O ruivo desviou o olhar pensando naquela opção. Não parecia nada confortável, mas não deixava de ser uma boa ideia. Suspirou e afirmou com a cabeça de leve para a senhora. Tentaria falar com ele. 

Como imaginava, ela não teria muito a dizer, mas saber quanto tempo o objeto tinha de existência já era um passo. 

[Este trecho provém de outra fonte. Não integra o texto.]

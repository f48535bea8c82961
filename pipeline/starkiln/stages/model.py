"""What a run's settings mean to the fit: passbands, the band table and the priors, built once."""

from __future__ import annotations

import hashlib
from dataclasses import dataclass, replace

import numpy as np
from numpy.typing import NDArray

from starkiln.inference.posterior import Grid, Prior
from starkiln.physics.bandtable import BandTable, spline_coefficients
from starkiln.physics.constants import PARSEC_M, RSUN_M
from starkiln.physics.departures import Departures
from starkiln.physics.passbands import Passband
from starkiln.settings import Settings
from starkiln.settings.models import PhotometryColumns
from starkiln.stages.bands import build_bands

METHOD_VERSION = 5
"""Goes up with every change of the method that changes a number of the catalogue."""

LN_JITTER_MIN = float(np.log(1e-3))
LN_RSUN_PC = float(np.log(RSUN_M / PARSEC_M))


@dataclass(frozen=True)
class FitModel:
    """The model of a run, shared by all its stars.

    Attributes
    ----------
    photosphere
        "blackbody" or "calibrated".
    passbands
        By label, in the order of the settings.
    floor
        (B,): each band's fractional floor with the error of its zero point, in quadrature. Where departures were
        learnt with the built-in zero point they have its error in them, and only the floor is left.
    table
        Band fluxes against temperature and A_V, departures included.
    grid, prior
        The table, the factors and the priors, as the kernels take them.
    ln_radius_bounds_pc
        Bounds on ln R, R in parsecs.
    departures
        Of the bands, in their order; None for a blackbody.
    off_scale
        (2, n_teff): at the table's nodes, scatter of stars about the departures' scale, in ln T at their luminosity and
        in ln L at their temperature.
    rival
        The blackbody that each star may prefer, for photosphere = "auto".
    """

    photosphere: str
    passbands: dict[str, Passband]
    floor: NDArray[np.float64]
    table: BandTable
    grid: Grid
    prior: Prior
    ln_radius_bounds_pc: tuple[float, float]
    departures: Departures | None
    off_scale: NDArray[np.float64]
    rival: FitModel | None

    @property
    def first_factor(self) -> int:
        """The place of z_1 among a walker's coordinates."""
        return 3 if self.prior.fit_av else 2

    def off_scale_at(self, ln_teff: NDArray[np.float64]) -> tuple[NDArray[np.float64], NDArray[np.float64]]:
        """Return the scatter in ln T and in ln L about the departures' scale, straight between the table's nodes."""
        nodes = self.table.ln_teff_min + self.table.ln_teff_step * np.arange(self.table.n_teff)
        tau, gamma = (np.interp(ln_teff, nodes, values) for values in self.off_scale)
        return tau, gamma

    def digests(self) -> dict[str, str]:
        """Return the digest of each label's curve, detector and zero point."""
        return {label: passband.digest() for label, passband in self.passbands.items()}

    def departures_digest(self) -> str:
        """Return the SHA-256 of what the departures add to the bands; empty for a blackbody."""
        if self.departures is None:
            return ""
        digest = hashlib.sha256()
        learnt = self.departures
        for values in (learnt.ln_d, learnt.loading, learnt.scatter, self.off_scale):
            digest.update(np.ascontiguousarray(values, dtype="<f8").tobytes())
        return digest.hexdigest()


def build_model(settings: Settings) -> FitModel:
    """Build the model that the settings describe.

    Raises
    ------
    SettingsError
        If a passband, a zero point, the extinction law or the departures are not known or do not fit together, or
        there are too few walkers.
    """
    passbands, table, departures = build_bands(settings)
    prior, ln_radius_bounds = _prior(settings)
    photometry = settings.input.photometry
    floor = np.array([np.hypot(band.floor, zero_point_error(band, passbands[band.label])) for band in photometry])

    def blackbody(scatter: float) -> FitModel:
        grid = _grid(
            table, np.zeros((0, len(passbands), table.n_teff)), np.full((len(passbands), table.n_teff), scatter)
        )
        no_scatter = np.zeros((2, table.n_teff))
        return FitModel("blackbody", passbands, floor, table, grid, prior, ln_radius_bounds, None, no_scatter, None)

    if departures is None:
        return blackbody(0.0)
    at_nodes = departures.at(table.teff_nodes_k)
    lifted = replace(table, coef=table.coef + spline_coefficients(at_nodes.ln_d.T).T[:, :, np.newaxis])
    own_error = np.array([band.zero_point_error is not None for band in photometry])
    return FitModel(
        photosphere="calibrated",
        passbands=passbands,
        floor=np.where(departures.served & ~own_error, [band.floor for band in photometry], floor),
        table=lifted,
        grid=_grid(lifted, at_nodes.loading, at_nodes.scatter),
        prior=prior,
        ln_radius_bounds_pc=ln_radius_bounds,
        departures=departures,
        off_scale=np.stack([at_nodes.temperature_scatter, at_nodes.luminosity_scatter]),
        rival=blackbody(settings.model.blackbody.scatter) if settings.model.photosphere == "auto" else None,
    )


def _prior(settings: Settings) -> tuple[Prior, tuple[float, float]]:
    radius_min, radius_max = np.log(settings.model.radius_rsun) + LN_RSUN_PC
    distance_min, distance_max = np.log(settings.model.distance.bounds_pc)
    teff_min, teff_max = settings.model.temperature_k
    outliers, extinction = settings.model.outliers, settings.model.extinction
    prior = Prior(
        ln_teff_min=float(np.log(teff_min)),
        ln_teff_max=float(np.log(teff_max)),
        ln_omega_min=float(2.0 * (radius_min - distance_max)),
        ln_omega_max=float(2.0 * (radius_max - distance_min)),
        av_max=extinction.max,
        fit_av=extinction.prior != "fixed",
        outlier_fraction=outliers.fraction if outliers else 0.0,
        outlier_width=outliers.width if outliers else 10.0,
        fit_jitter=settings.model.jitter,
        ln_jitter_min=LN_JITTER_MIN,
    )
    return prior, (float(radius_min), float(radius_max))


def _grid(table: BandTable, loading: NDArray[np.float64], scatter: NDArray[np.float64]) -> Grid:
    """Return the kernels' grid; loading (K, B, n_teff) and scatter (B, n_teff) are given at the table's nodes."""
    n_bands, n_rows, n_columns = table.coef.shape
    spline = np.zeros((len(loading), n_bands, n_rows))
    for factor, of_bands in enumerate(loading):
        spline[factor] = spline_coefficients(of_bands.T).T
    return Grid(
        coef=table.coef.ravel(),
        n_rows=n_rows,
        n_columns=n_columns,
        ln_teff_min=table.ln_teff_min,
        ln_teff_step=table.ln_teff_step,
        av_step=table.av_step,
        loading=spline,
        scatter=np.ascontiguousarray(spline_coefficients(scatter.T).T),
    )


def zero_point_error(band: PhotometryColumns, passband: Passband) -> float:
    """Return the fractional error of a band's zero point: its own where the settings give one, or the passband's."""
    return passband.zero_point_error if band.zero_point_error is None else band.zero_point_error
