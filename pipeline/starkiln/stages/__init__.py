"""The stages from input rows to catalogue rows, each a function: table in, table out."""
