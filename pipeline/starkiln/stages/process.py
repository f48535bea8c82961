"""The whole chain for the rows of a table: ingest, fit, derive, summarise."""

from __future__ import annotations

from dataclasses import dataclass
from typing import Any

import numpy as np
import pyarrow as pa

from starkiln.flags import BY_NAME
from starkiln.inference.audit import AuditSums, combined, no_stars
from starkiln.settings import Settings
from starkiln.stages.audit import audit
from starkiln.stages.choose import choose
from starkiln.stages.derive import derive
from starkiln.stages.fit import fit
from starkiln.stages.ingest import ingest
from starkiln.stages.model import FitModel
from starkiln.stages.stars import Stars
from starkiln.stages.summarise import kept_draws, mode_points, summarise
from starkiln.tables.columns import catalogue_schema, draws_schema, output_fields
from starkiln.tables.hashes import row_hashes


@dataclass(frozen=True)
class PartTables:
    """What a part leaves: catalogue rows, rejected rows, draws if asked for, and what its stars say of zero points."""

    catalogue: pa.Table
    rejected: pa.Table
    draws: pa.Table | None
    audit: AuditSums | None = None


def process_part(table: pa.Table, settings: Settings, model: FitModel) -> PartTables:
    """Fit the rows of a table that can be fitted, and set the others aside with the reason.

    Parameters
    ----------
    table
        The used columns with ``_input_file``, ``_input_row`` and ``_duplicate`` (0 unique, 1 first copy, 2 later).
    """
    ingested = ingest(table, settings, model)
    columns, draws, audited = fit_columns(ingested.stars, model, settings)
    if len(ingested.stars):
        columns["row_hash"] = row_hashes(table, settings)[ingested.is_kept]
        first_copy = ingested.kept["_duplicate"].to_numpy() == 1
        columns["flags"] |= np.where(first_copy, BY_NAME["duplicate_id"].value, 0).astype(np.int32)
    id_field, carry_fields = output_fields(table.schema, settings)
    catalogue = _table(catalogue_schema(settings, id_field, carry_fields), ingested.kept, columns)
    kept = None
    if settings.sampling.keep_draws:
        kept = _table(draws_schema(settings, id_field), ingested.kept, draws)
    return PartTables(catalogue, ingested.rejected, kept, audited)


def fit_columns(
    stars: Stars, model: FitModel, settings: Settings
) -> tuple[dict[str, np.ndarray], dict[str, np.ndarray], AuditSums]:
    """Return the fitted columns and the kept draws of every star, in the order of the stars, and the audit's sums."""
    columns: dict[str, np.ndarray] = {}
    draws: dict[str, np.ndarray] = {}
    if model.rival is None:
        return columns, draws, _fit_rows(np.arange(len(stars)), stars, model, settings, columns, draws)
    is_blackbody, ln_ratio = choose(stars, model, settings)
    audited = _fit_rows(np.flatnonzero(~is_blackbody), stars, model, settings, columns, draws)
    rivals = _fit_rows(np.flatnonzero(is_blackbody), stars, model.rival, settings, columns, draws)
    columns["ln_evidence_ratio"] = ln_ratio
    return columns, draws, combined(audited, rivals)


def _fit_rows(
    rows: np.ndarray,
    stars: Stars,
    model: FitModel,
    settings: Settings,
    columns: dict[str, np.ndarray],
    draws: dict[str, np.ndarray],
) -> AuditSums:
    """Fit the stars of some rows with one model, put their values at those rows, and return the audit's sums."""
    chosen = stars.at(rows)
    audited = no_stars(len(model.passbands))
    for fitted in fit(chosen, model, settings):
        places = fitted.draws.stars
        some = chosen.at(places)
        derived = derive(some, fitted.draws, model, settings, fitted.block.factor_scale)
        mode = mode_points(fitted, derived, model)
        audited = combined(audited, audit(fitted, mode, model))
        _place(columns, rows[places], len(stars), summarise(some, fitted, derived, mode, model, settings))
        if settings.sampling.keep_draws:
            _place(draws, rows[places], len(stars), kept_draws(some, derived, settings))
    return audited


def _place(target: dict[str, Any], rows: np.ndarray, n: int, values: dict[str, Any]) -> None:
    for name, column in values.items():
        if name not in target:
            target[name] = np.zeros((n, *column.shape[1:]), column.dtype)
        target[name][rows] = column


def _table(schema: pa.Schema, kept: pa.Table, columns: dict[str, np.ndarray]) -> pa.Table:
    """Return a table of the schema: the input's own columns from ``kept``, the rest from ``columns``."""
    arrays = []
    for field in schema:
        if field.name in kept.column_names and field.name not in columns:
            arrays.append(kept[field.name].combine_chunks().cast(field.type))
        elif field.name not in columns:
            arrays.append(pa.nulls(0, field.type))
        else:
            arrays.append(_array(columns[field.name], field.type))
    return pa.table(arrays, schema=schema)


def _array(values: np.ndarray, kind: pa.DataType) -> pa.Array:
    """Return an Arrow array of a type; NaN becomes null."""
    if pa.types.is_fixed_size_list(kind):
        flat = pa.array(values.ravel(), kind.value_type)
        missing = pa.array(np.isnan(values).all(axis=1))
        return pa.FixedSizeListArray.from_arrays(flat, kind.list_size, mask=missing)
    if values.dtype.kind == "f":
        return pa.array(values.astype(kind.to_pandas_dtype()), kind, mask=np.isnan(values))
    return pa.array(values, kind)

- Vou falar com meu pai, obrigada, de verdade. - Disse calmo.

- Imagina. Também estou curiosa… - Ela sorriu levemente. Gaara retribuiu e se afastou devagar do balcão pegando a ampulheta e começando a guardar. - Vai saber que tipo de segredos algo assim guarda, não é?

Gaara paralisou enquanto guardava o objeto.

Levantou o olhar devagar encarando a senhora. Ela havia dito a última frase cantarolando e agora cantarolava uma música aleatória enquanto limpava o balcão. Uma pergunta se passou pela cabeça do ruivo. Ela sabia mais do que dizia saber?

Seus pensamentos foram interrompidos por seu celular que tocava, colocou a mochila nas costas e tirou o celular do bolso vendo o número da mãe na tela. Olhou a senhora e, ainda suspeitando, se despediu saindo da loja. Não havia esquecido da frase que ela havia dito. E não se esqueceria. Atendeu o celular assim que saiu da loja.

 

11:50

 

Provou um pouco do tempero que havia acabado de fazer. Um sorriso largo surgiu em seus lábios, estava orgulhosa do que tinha acabado de fazer.

- Uma obra prima!! - Fechou as mãos fazendo o sinal italiano com as mãos. - Delizie! - Beijou a ponta de seus dedos.

Se afastou do fogão enquanto dançava. Quase nunca acertava nos temperos, bom... também não acertava muito nas outras partes. Se sentia ofendida quando seu pai zoava sua comida, mas às vezes não podia discordar dele. 

Porém, no dia atual, fez tudo perfeitamente calculado. Seu pai ficaria com o queixo caído.

Enquanto pensava no seu pai, tomou um susto com a entrada repentina dele na cozinha, já que estava dançando vergonhosamente ainda. Parou de dançar e colocou um sorriso animado no rosto.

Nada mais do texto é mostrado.